§ WHAT TO DO: Copy the records exactly. Every line must match.

§ THE DATA:
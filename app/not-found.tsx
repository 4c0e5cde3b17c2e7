import Link from 'next/link';
import { PageFrame } from '@/components/page-frame';
import { SiteNav } from '@/components/site-nav';

/** Answer to an address that leads nowhere, or to something that the visitor may not see. */
export default function NotFound() {
  return (
    <PageFrame nav={<SiteNav />}>
      <section className="max-w-[34rem] pt-10">
        <h1 className="mb-4">There is nothing at this address.</h1>
        <p>
          The link may be old, or the page belongs to an account that you are not signed in to.{' '}
          <Link href="/">Go to the start page</Link>
        </p>
      </section>
    </PageFrame>
  );
}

§ ANSWER SECTION:
filename app/not-found.tsx
repository 4c0e5cde3b17c2e7
import Link from 'next/link';
import { PageFrame } from '@/components/page-frame';
import { SiteNav } from '@/components/site-nav';

/** Answer to an address that leads nowhere, or to something that the visitor may not see. */
export default function NotFound() {
  return (
    <PageFrame nav={<SiteNav />}>
      <section className="max-w-[34rem] pt-10">
        <h1 className="mb-4">There is nothing at this address.</h1>
        <p>
          The link may be old, or the page belongs to an account that you are not signed in to.{' '}
          <Link href="/">Go to the start page</Link>
        </p>
      </section>
    </PageFrame>
  );
}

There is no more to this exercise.